** Opening Records supplied block **

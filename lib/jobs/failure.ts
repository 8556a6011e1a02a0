// Why a reduction failed, in words a physicist understands, and whether trying again could help.
// Problems of the file or of the chosen versions are permanent (no retry); problems of the services (S3, MariaDB,
// Redis) are transient and retried with back-off.

import { isAppError } from '@/lib/errors';
import { ScanFileRefusedError, ScanReadError } from '@/reduction/hdf5/problems';

/** A failure that another attempt cannot fix; the message is shown to users as it is. */
export class ReductionRefusedError extends Error {
  readonly details: string[];
  constructor(message: string, details: string[] = []) {
    super(message);
    this.name = 'ReductionRefusedError';
    this.details = details;
  }
}

export interface FailureExplanation {
  /** One or more sentences for reduction_jobs.error_message, scans.status_message and the e-mail. */
  message: string;
  /** Whether another attempt may succeed. */
  transient: boolean;
}

const MAX_LISTED = 8;

/**
 * Explains an error thrown while reducing a scan.
 *
 * @param err - anything thrown
 * @returns the explanation and whether a retry makes sense
 */
export function explainFailure(err: unknown): FailureExplanation {
  if (err instanceof ReductionRefusedError) {
    const list = err.details.slice(0, MAX_LISTED).map((d) => `- ${d}`);
    return { message: [err.message, ...list].join('\n'), transient: false };
  }
  if (err instanceof ScanFileRefusedError) {
    const lines = err.problems.slice(0, MAX_LISTED).map((p) => `- ${p.message}`);
    const more = err.problems.length > MAX_LISTED ? [`- … and ${err.problems.length - MAX_LISTED} more`] : [];
    return {
      message: ['The scan file could not be used:', ...lines, ...more].join('\n'),
      transient: false,
    };
  }
  if (err instanceof ScanReadError) {
    const where = err.problem.step === undefined ? '' : ` (step ${err.problem.step})`;
    return { message: `Reading the scan file failed${where}: ${err.problem.message}`, transient: false };
  }
  if (isAppError(err)) {
    if (err.code === 'not_found:storage') {
      return {
        message: 'The raw file is missing from the file store (it may have been archived or deleted).',
        transient: false,
      };
    }
    if (err.surface === 'storage' || err.surface === 'database' || err.surface === 'queue') {
      const what = { storage: 'file store (S3)', database: 'database', queue: 'job queue (Redis)' }[err.surface];
      return { message: `The ${what} did not answer.`, transient: true };
    }
    return { message: err.userMessage, transient: false };
  }
  if (err instanceof RangeError || err instanceof TypeError) {
    // The numerical library throws these with a sentence naming the bad value (e.g. a window outside the grid).
    return { message: `The reduction refused its input: ${err.message}`, transient: false };
  }
  const name = (err as { name?: string })?.name ?? '';
  if (/SequelizeConnection|Timeout|HostNotReachable/i.test(name) || /ECONN|ETIMEDOUT|EPIPE/.test(String(err))) {
    return {
      message: 'A service Lobeline depends on (database or file store) did not answer.',
      transient: true,
    };
  }
  if (name.startsWith('Sequelize')) {
    return {
      message: 'The database refused to store or read part of the job (the details are in the worker log).',
      transient: true,
    };
  }
  const text = err instanceof Error ? err.message : String(err);
  return { message: `The reduction stopped with an unexpected error: ${text}`, transient: true };
}

export interface AttemptOutcome {
  /** No further attempt will be made (permanent problem, or the last attempt). */
  final: boolean;
  /** For reduction_jobs.error_message. */
  jobMessage: string;
  /** For scans.status_message while the job waits for its next attempt (null when final). */
  scanMessage: string | null;
}

/**
 * What to tell users after a failed attempt. Only a transient failure with attempts left mentions another attempt
 * (with its approximate wait); a final one says how many attempts were made and that nothing more will happen
 * by itself, so no message promises a retry that will not come.
 *
 * @param attemptNo - this attempt, 1-based
 * @param maxAttempts - attempts allowed in total
 * @param retryInMs - wait before the next attempt (used only when one is left)
 */
export function describeAttempt(
  ex: FailureExplanation,
  attemptNo: number,
  maxAttempts: number,
  retryInMs: number,
): AttemptOutcome {
  const final = !ex.transient || attemptNo >= maxAttempts;
  if (final) {
    const tail = ex.transient
      ? `\nGave up after ${attemptNo} attempt${attemptNo === 1 ? '' : 's'}; it will not be tried again by itself. ` +
        'Reduce the scan again once the services answer.'
      : '';
    return { final, jobMessage: `${ex.message}${tail}`, scanMessage: null };
  }
  const seconds = Math.max(1, Math.round(retryInMs / 1000));
  const next = `Attempt ${attemptNo} of ${maxAttempts} failed; the next one starts in about ${seconds} s.`;
  return { final, jobMessage: `${next} ${ex.message}`, scanMessage: `${next} ${ex.message}` };
}
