/**
 * The displayed peak model of a lobe on the −180…180° azimuth axis. The azimuth is periodic, so a lobe within
 * fit_half_width of ±180° has its model in two pieces, one at each end of the axis; drawn as one line it would cross
 * the whole plot (the "flat line across the axis" of issue 11). Data: an exact Gaussian on a constant base, so the
 * linear least-squares height and base must come back exactly (to rounding).
 */
import { describe, expect, it } from 'vitest';
import { fittedWindow, lobeModelCurve, lobeModelSegments } from '@/components/scans/lobe-model';
import { fitLobesJointly } from '@/reduction/lobe-fit';

const theta = Array.from({ length: 360 }, (_, i) => -179.5 + i);
const wrap = (d: number) => ((((d + 180) % 360) + 360) % 360) - 180;
const gaussian = (centre: number, width: number, height: number, base: number) =>
  theta.map((t) => base + height * Math.exp(-(wrap(t - centre) ** 2) / (2 * width * width)));

describe('lobeModelSegments', () => {
  it('keeps a lobe away from ±180° in one piece', () => {
    const y = gaussian(60, 8, 100, 5);
    const segs = lobeModelSegments(theta, y, 60, 8, 25, 'gaussian');
    expect(segs).toHaveLength(1);
    const xs = (segs[0] ?? []).map((p) => p.x);
    // bin centres 35.5 … 84.5 lie within 60 ± 25
    expect([Math.min(...xs), Math.max(...xs)]).toEqual([35.5, 84.5]);
  });
  it('cuts a lobe at 175° into two pieces, each contiguous, at the two ends of the axis', () => {
    const y = gaussian(175, 8, 100, 5);
    const whole = lobeModelCurve(theta, y, 175, 8, 25, 'gaussian');
    // the uncut curve jumps across the axis: this is what was drawn as one line
    const jumps = whole.slice(1).map((p, i) => Math.abs(p.x - (whole[i] as { x: number }).x));
    expect(Math.max(...jumps)).toBeGreaterThan(300);
    const segs = lobeModelSegments(theta, y, 175, 8, 25, 'gaussian');
    expect(segs).toHaveLength(2);
    for (const seg of segs) {
      for (let i = 1; i < seg.length; i++)
        expect((seg[i] as { x: number }).x - (seg[i - 1] as { x: number }).x).toBe(1);
    }
    expect(segs[0]?.[0]?.x).toBe(-179.5);
    expect(segs[1]?.[(segs[1]?.length ?? 1) - 1]?.x).toBe(179.5);
    expect(segs.flat()).toHaveLength(whole.length);
  });
  it('recovers the exact height and base of a noiseless Gaussian lobe across the wrap', () => {
    const y = gaussian(-172, 6, 80, 12);
    for (const seg of lobeModelSegments(theta, y, -172, 6, 25, 'gaussian')) {
      for (const p of seg) {
        const i = theta.indexOf(p.x);
        expect(p.y).toBeCloseTo(y[i] as number, 9);
      }
    }
  });
});

/**
 * The displayed model must cover the window the fit used (issue 10): the joint fit stores each lobe's window as
 * `fit_window_deg` (it follows the lobe's width, so it is rarely the settings' ±fit_half_width_deg). The panel used
 * to draw every lobe over ±fit_half_width_deg whatever window the fit had used.
 */
describe('fittedWindow', () => {
  const settings = { fit_half_width_deg: 25, follow_data: { grid: false, fit_window: false, peak_model: false } };
  it('takes the stored window of the lobe over the settings', () => {
    expect(fittedWindow({ fit_window_deg: [12, 108] }, settings)).toEqual([12, 108]);
  });
  it('falls back to ±fit_half_width_deg without a stored window, and to ±45° when the window follows the data', () => {
    expect(fittedWindow({ fit_window_deg: null }, settings)).toBe(25);
    expect(fittedWindow({}, settings)).toBe(25);
    expect(fittedWindow({}, { ...settings, follow_data: { ...settings.follow_data, fit_window: true } })).toBe(45);
  });
  it('refuses an empty or non-finite stored window', () => {
    expect(fittedWindow({ fit_window_deg: [30, 30] }, settings)).toBe(25);
    expect(fittedWindow({ fit_window_deg: [Number.NaN, 40] }, settings)).toBe(25);
  });
  it('draws the model over the stored window, not over ±fit_half_width_deg', () => {
    const y = gaussian(60, 16, 100, 5);
    const w = fittedWindow({ fit_window_deg: [12, 108] }, settings);
    const segs = lobeModelSegments(theta, y, 60, 16, w, 'gaussian');
    expect(segs).toHaveLength(1);
    const xs = (segs[0] ?? []).map((p) => p.x);
    // bin centres 12.5 … 107.5 lie within [12, 108]; ±25° would have given 35.5 … 84.5
    expect([Math.min(...xs), Math.max(...xs)]).toEqual([12.5, 107.5]);
    for (const p of segs[0] ?? []) expect(p.y).toBeCloseTo(y[theta.indexOf(p.x)] as number, 9);
  });
  it('cuts a stored window that reaches past +180° at the wrap', () => {
    const y = gaussian(170, 10, 100, 5);
    const segs = lobeModelSegments(theta, y, 170, 10, [140, 200], 'von_mises');
    expect(segs).toHaveLength(2);
    const xs = segs.flat().map((p) => p.x);
    // 140.5 … 179.5 and −179.5 … −160.5 (200° ≡ −160°)
    expect(xs).toHaveLength(40 + 20);
    expect(Math.min(...xs)).toBe(-179.5);
    expect(Math.max(...xs.filter((x) => x < 0))).toBe(-160.5);
    expect(Math.min(...xs.filter((x) => x > 0))).toBe(140.5);
  });
  it('follows the window of a real joint fit (reduction/lobe-fit) on a Poisson-free two-lobe distribution', () => {
    // two von Mises lobes of σ = 18° at ±90° on a base: the joint fit's window (±3σ of the fitted width) is ≈ ±54°
    const k = 1 / ((18 * Math.PI) / 180) ** 2;
    const counts = theta.map(
      (t) =>
        20 +
        400 * Math.exp(k * (Math.cos(((t - 90) * Math.PI) / 180) - 1)) +
        400 * Math.exp(k * (Math.cos(((t + 90) * Math.PI) / 180) - 1)),
    );
    const fit = fitLobesJointly(theta, counts, counts, [90, -90], { shape: 'von_mises', window: 'follow' });
    expect(fit.ok).toBe(true);
    const lobe = fit.lobes[0] as { angleDeg: number; widthDeg: number; windowDeg: [number, number] };
    const w = fittedWindow({ fit_window_deg: lobe.windowDeg }, settings);
    expect(w).toEqual(lobe.windowDeg);
    const xs = lobeModelSegments(theta, counts, lobe.angleDeg, lobe.widthDeg, w, 'von_mises')
      .flat()
      .map((p) => p.x);
    const [lo, hi] = lobe.windowDeg;
    expect(hi - lo).toBeGreaterThan(2 * 25 + 10);
    expect(Math.min(...xs)).toBeGreaterThanOrEqual(lo);
    expect(Math.min(...xs)).toBeLessThan(lo + 1);
    expect(Math.max(...xs)).toBeLessThanOrEqual(hi);
    expect(Math.max(...xs)).toBeGreaterThan(hi - 1);
  });
});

** Closing Records supplied block **

_Task brief_
Every line from the first entry to the line containing "the e-mail. */" should be transcribed exactly, and nothing beyond it.

_Answer for the task_
filename lib/jobs/failure.ts
repository 8556a6011e1a02a0
// Why a reduction failed, in words a physicist understands, and whether trying again could help.
// Problems of the file or of the chosen versions are permanent (no retry); problems of the services (S3, MariaDB,
// Redis) are transient and retried with back-off.

import { isAppError } from '@/lib/errors';
import { ScanFileRefusedError, ScanReadError } from '@/reduction/hdf5/problems';

/** A failure that another attempt cannot fix; the message is shown to users as it is. */
export class ReductionRefusedError extends Error {
  readonly details: string[];
  constructor(message: string, details: string[] = []) {
    super(message);
    this.name = 'ReductionRefusedError';
    this.details = details;
  }
}

export interface FailureExplanation {
  /** One or more sentences for reduction_jobs.error_message, scans.status_message and the e-mail. */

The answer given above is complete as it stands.